### What to produce
Within the listing below, how many lines hold the string "sizes"? Only the number should be given.

### Extracted information
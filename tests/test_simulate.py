"""The simulated machine against analytic answers, numpy.fft and scipy."""

import threading
import time

import numpy as np
import pytest
import scipy.stats
from scipy.signal import hilbert

from engine.errors import InputError
from engine.simulate import (GearMesh, Impacts, MachineSignal, Resonance, SimulatedStream,
                             synthesize)

FS = 25600.0


def rising_edges(tach: np.ndarray) -> np.ndarray:
    """Sample indices where the tach goes high (a record that starts high counts)."""
    high = tach > 2.5
    return np.flatnonzero(high & ~np.concatenate(([False], high[:-1])))


def busy_signal(seed: int = 7) -> MachineSignal:
    return MachineSignal(
        rpm=1480.0, orders={1.0: (0.05, 0.3), 2.0: (0.02, 1.0), 5.0: (0.03, 2.0)},
        fixed_tones_hz={100.0: 0.01},
        bearing_impacts=[Impacts(3.58, 1.0, 3000.0, modulation_order=1.0,
                                 modulation_depth=0.4)],
        gear_mesh=(23, 0.2, 1.0, 0.03), noise_g_rms=0.05,
        noise_bands={(20.0, 1000.0): 0.05}, seed=seed)


def test_one_order_has_rms_a_over_root_two():
    # First principles: the mean of A² cos² over whole cycles is A²/2.
    a = 0.7
    x = synthesize(MachineSignal(rpm=1500.0, speed_wobble=0.0, orders={1.0: (a, 0.4)}),
                   fs_hz=FS, duration_s=4.0).channels[0].samples
    assert np.sqrt(np.mean(x ** 2)) == pytest.approx(a / np.sqrt(2), rel=5e-3)
    # Still so with the default slow wobble and a speed that gives no whole number of
    # cycles (the leftover part-cycle changes the mean square by < 1/(2π · cycles)).
    y = synthesize(MachineSignal(rpm=1481.0, orders={3.0: (a, 0.0)}), fs_hz=FS,
                   duration_s=4.0).channels[0].samples
    assert np.sqrt(np.mean(y ** 2)) == pytest.approx(a / np.sqrt(2), rel=5e-3)


def test_dft_peak_sits_at_order_times_speed():
    # numpy.fft as the reference: a cosine of amplitude A on a bin reads 2|X|/N = A.
    sig = MachineSignal(rpm=1500.0, speed_wobble=0.0, orders={3.0: (0.25, 1.1)})
    x = synthesize(sig, fs_hz=FS, duration_s=4.0).channels[0].samples
    spec = np.abs(np.fft.rfft(x)) * 2 / x.size
    f = np.fft.rfftfreq(x.size, 1 / FS)
    k = int(np.argmax(spec))
    assert f[k] == pytest.approx(3.0 * 1500.0 / 60.0)
    assert spec[k] == pytest.approx(0.25, rel=1e-9)
    # Phase too: cos(2π k θ + φ) with θ = 0 at the first sample.
    assert np.angle(np.fft.rfft(x)[k]) == pytest.approx(1.1, abs=1e-6)


def test_fixed_tone_and_gear_mesh_land_on_their_frequencies():
    # numpy.fft as the reference; the mesh is teeth × shaft speed with sidebands at
    # ± the sideband order (gear kinematics, common practice).
    sig = MachineSignal(rpm=1500.0, speed_wobble=0.0, fixed_tones_hz={100.0: 0.1},
                        gear_mesh=GearMesh(20, 0.3, 1.0, 0.06, 2))
    x = synthesize(sig, fs_hz=FS, duration_s=4.0).channels[0].samples
    spec = np.abs(np.fft.rfft(x)) * 2 / x.size
    f = np.fft.rfftfreq(x.size, 1 / FS)

    def at(hz):
        return spec[int(round(hz / (f[1] - f[0])))]

    assert at(100.0) == pytest.approx(0.1, rel=1e-6)
    assert at(500.0) == pytest.approx(0.3, rel=1e-6)
    assert at(475.0) == pytest.approx(0.06, rel=1e-6)
    assert at(550.0) == pytest.approx(0.03, rel=1e-6)


def test_tach_pulses_count_revolutions_times_ppr():
    # 1500 rpm for 4 s is 100 revolutions (first principles).
    rec = synthesize(MachineSignal(rpm=1500.0, speed_wobble=0.0), fs_hz=FS, duration_s=4.0,
                     tach_ppr=2)
    assert rec.tach_channel == 1
    tach = rec.channel(1)
    assert tach.unit == "V" and tach.name == "tach"
    assert set(np.unique(tach.samples)) == {0.0, 5.0}
    assert rising_edges(tach.samples).size == 100 * 2


def test_run_up_is_integrated_and_orders_stay_locked():
    # A linear ramp 600 → 1800 rpm in 4 s turns ∫ rpm/60 dt = 80 revolutions.
    t_s, rpm = np.array([0.0, 4.0]), np.array([600.0, 1800.0])
    sig = MachineSignal(rpm=1200.0, speed_wobble=0.0, orders={1.0: (1.0, 0.0)})
    rec = synthesize(sig, fs_hz=FS, duration_s=4.0, rpm_profile=(t_s, rpm), tach_ppr=4)
    assert rec.rpm is None
    edges = rising_edges(rec.channel(1).samples)
    assert edges.size == 80 * 4
    # cos(2π θ) is 1 wherever θ is a whole number of turns: at every 4th pulse, however
    # fast the shaft turns then (within one sample of angle: 2π · 30 Hz / fs).
    x = rec.channel(0).samples
    assert np.all(x[edges[::4]] > np.cos(2 * np.pi * 30.0 / FS))
    by_callable = synthesize(sig, fs_hz=FS, duration_s=4.0,
                             rpm_profile=lambda t: 600.0 + 300.0 * t).channel(0).samples
    assert np.allclose(by_callable, x, atol=1e-9)


def test_resonance_multiplies_the_order_by_q_when_crossed():
    # Single-degree-of-freedom response (Thomson): |H| = Q at r = 1 and the phase lags
    # by 90°; the largest |H| is Q / sqrt(1 − 1/(4Q²)).
    res = Resonance(15.0, 10.0)
    assert abs(res.gain(15.0)) == pytest.approx(10.0, rel=1e-12)
    assert np.angle(res.gain(15.0)) == pytest.approx(-np.pi / 2, rel=1e-12)
    assert abs(res.gain(0.01)) == pytest.approx(1.0, rel=1e-6)
    sig = MachineSignal(rpm=1200.0, speed_wobble=0.0, orders={1.0: (0.02, 0.0)},
                        resonances=[res])
    rec = synthesize(sig, fs_hz=2560.0, duration_s=8.0,
                     rpm_profile=(np.array([0.0, 8.0]), np.array([600.0, 1500.0])))
    x = rec.channel(0).samples
    assert np.max(np.abs(x)) == pytest.approx(0.02 * 10.0 / np.sqrt(1 - 1 / 400), rel=1e-2)
    t_peak = np.argmax(np.abs(x)) / 2560.0
    assert t_peak == pytest.approx((900.0 - 600.0) / 900.0 * 8.0, abs=0.1)  # 900 rpm = 15 Hz


def test_impacts_show_in_the_envelope_spectrum_at_their_rate():
    # Randall & Antoni (2011): the envelope of a resonance excited by impacts has its
    # spectrum peak at the impact rate, even with 1–2 % random slip.
    sig = MachineSignal(rpm=1500.0, speed_wobble=0.0, noise_g_rms=0.05,
                        bearing_impacts=[Impacts(3.58, 1.0, 4000.0, damping=0.05, slip=0.015)])
    x = synthesize(sig, fs_hz=FS, duration_s=4.0).channel(0).samples
    env = np.abs(hilbert(x))
    spec = np.abs(np.fft.rfft(env - env.mean()))
    f = np.fft.rfftfreq(env.size, 1 / FS)
    band = (f > 5) & (f < 200)
    peak = f[band][np.argmax(spec[band])]
    assert peak == pytest.approx(3.58 * 25.0, abs=0.5)
    # Impacts make the waveform impulsive: kurtosis (scipy.stats) well above a
    # Gaussian's 3.
    assert scipy.stats.kurtosis(x, fisher=False) > 6.0


def test_impact_train_count_follows_the_defect_order():
    # With no slip and no noise there is one decaying burst per 1/order revolution:
    # 100 revolutions × 3.5 = 350 bursts (first principles).
    sig = MachineSignal(rpm=1500.0, speed_wobble=0.0,
                        bearing_impacts=[Impacts(3.5, 1.0, 5000.0, damping=0.2, slip=0.0)])
    x = synthesize(sig, fs_hz=FS, duration_s=4.0).channel(0).samples
    loud = np.abs(x) > 0.3
    starts = np.flatnonzero(loud & ~np.concatenate(([False], loud[:-1])))
    bursts = starts[np.concatenate(([True], np.diff(starts) > 50))]
    assert bursts.size in (349, 350, 351)  # the record's two ends may cut one burst


def test_same_seed_gives_identical_samples():
    a = synthesize(busy_signal(7), fs_hz=FS, duration_s=1.0).channel(0).samples
    b = synthesize(busy_signal(7), fs_hz=FS, duration_s=1.0).channel(0).samples
    c = synthesize(busy_signal(8), fs_hz=FS, duration_s=1.0).channel(0).samples
    assert np.array_equal(a, b)
    assert not np.allclose(a, c)


def test_stream_blocks_join_into_one_long_read():
    sig = busy_signal()
    n = 60000
    long_read = SimulatedStream(busy_signal(), FS).read(n)
    stream = SimulatedStream(sig, FS)
    sizes = [1, 1000, 4096, 333, 17, 20000]
    parts = [stream.read(s) for s in sizes]
    parts.append(stream.read(n - sum(sizes)))
    assert np.array_equal(np.concatenate(parts), long_read)
    whole = synthesize(busy_signal(), fs_hz=FS, duration_s=n / FS).channel(0).samples
    assert np.array_equal(whole, long_read)


def test_stream_follows_set_rpm_with_continuous_phase():
    sig = MachineSignal(rpm=1500.0, speed_wobble=0.0, orders={1.0: (1.0, 0.0)})
    stream = SimulatedStream(sig, FS, ramp_rpm_per_s=6000.0)
    before = stream.read(2560)
    worker = threading.Thread(target=stream.set_rpm, args=(2400.0,))
    worker.start()
    worker.join()
    ramp = stream.read(int(FS))  # 0.15 s of ramp, then steady at 2400 rpm
    assert stream.rpm == pytest.approx(2400.0)
    joined = np.concatenate((before, ramp))
    # A continuous phase keeps every sample-to-sample step within the slope of a unit
    # sine at the highest frequency, 2π · 40 Hz / fs (first principles).
    assert np.max(np.abs(np.diff(joined))) <= 2 * np.pi * 40.0 / FS * 1.001
    steady = stream.read(int(FS))  # 1 s at 40 Hz: the DFT peak (numpy.fft) is at 40 Hz
    f = np.fft.rfftfreq(steady.size, 1 / FS)
    assert f[np.argmax(np.abs(np.fft.rfft(steady)))] == pytest.approx(40.0)


def test_stream_fault_level_scales_the_defect():
    sig = MachineSignal(rpm=1500.0, orders={1.0: (0.05, 0.0)}, noise_g_rms=0.02)
    stream = SimulatedStream(sig, FS)
    assert stream.fault_level == 0.0
    healthy = stream.read(int(FS))
    stream.set_fault(1.0)
    faulty = stream.read(int(FS))
    # Gaussian noise plus a sinusoid has kurtosis ≤ 3; impacts raise it (scipy.stats).
    assert scipy.stats.kurtosis(healthy, fisher=False) < 3.2
    assert scipy.stats.kurtosis(faulty, fisher=False) > 5.0
    assert np.std(faulty) > 2 * np.std(healthy)
    with pytest.raises(InputError, match="fault level"):
        stream.set_fault(1.5)


def test_four_seconds_render_quickly():
    sig = busy_signal()
    best = min(_timed(sig) for _ in range(3))
    assert best < 0.2  # the brief: 4 s at 25.6 kHz well under 0.2 s


def _timed(sig):
    t0 = time.perf_counter()
    synthesize(sig, fs_hz=FS, duration_s=4.0, tach_ppr=1)
    return time.perf_counter() - t0


@pytest.mark.parametrize("kwargs, match", [
    ({"fs_hz": 0.0}, "fs_hz"),
    ({"duration_s": -1.0}, "duration_s"),
    ({"duration_s": 1e-6}, "duration_s"),
    ({"tach_ppr": 0}, "tach_ppr"),
    ({"rpm_profile": (np.array([0.0, 1.0]), np.array([100.0, -5.0]))}, "rpm"),
    ({"rpm_profile": (np.array([1.0, 0.0]), np.array([100.0, 200.0]))}, "increasing"),
    ({"fs_hz": 1000.0}, "fs/2"),
])
def test_bad_options_are_refused(kwargs, match):
    sig = MachineSignal(rpm=1500.0, orders={30.0: (0.1, 0.0)})
    with pytest.raises(InputError, match=match):
        synthesize(sig, **kwargs)


@pytest.mark.parametrize("make, match", [
    (lambda: MachineSignal(rpm=0.0), "rpm"),
    (lambda: MachineSignal(rpm=1500.0, orders={1.0: 0.1}), "orders"),
    (lambda: MachineSignal(rpm=1500.0, noise_g_rms=float("nan")), "noise_g_rms"),
    (lambda: MachineSignal(rpm=1500.0, noise_bands={(100.0, 50.0): 0.1}), "noise_bands"),
    (lambda: Impacts(3.5, 1.0, 3000.0, damping=1.5), "damping"),
    (lambda: Impacts(3.5, 1.0, 3000.0, modulation_depth=2.0), "modulation_depth"),
    (lambda: GearMesh(0, 0.1), "teeth"),
    (lambda: Resonance(-15.0), "frequency_hz"),
])
def test_bad_models_are_refused(make, match):
    with pytest.raises(InputError, match=match):
        make()


def test_impact_resonance_must_fit_below_nyquist():
    sig = MachineSignal(rpm=1500.0, bearing_impacts=[Impacts(3.5, 1.0, 6000.0)])
    with pytest.raises(InputError, match="resonance_hz"):
        synthesize(sig, fs_hz=12800.0)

### Your solution
3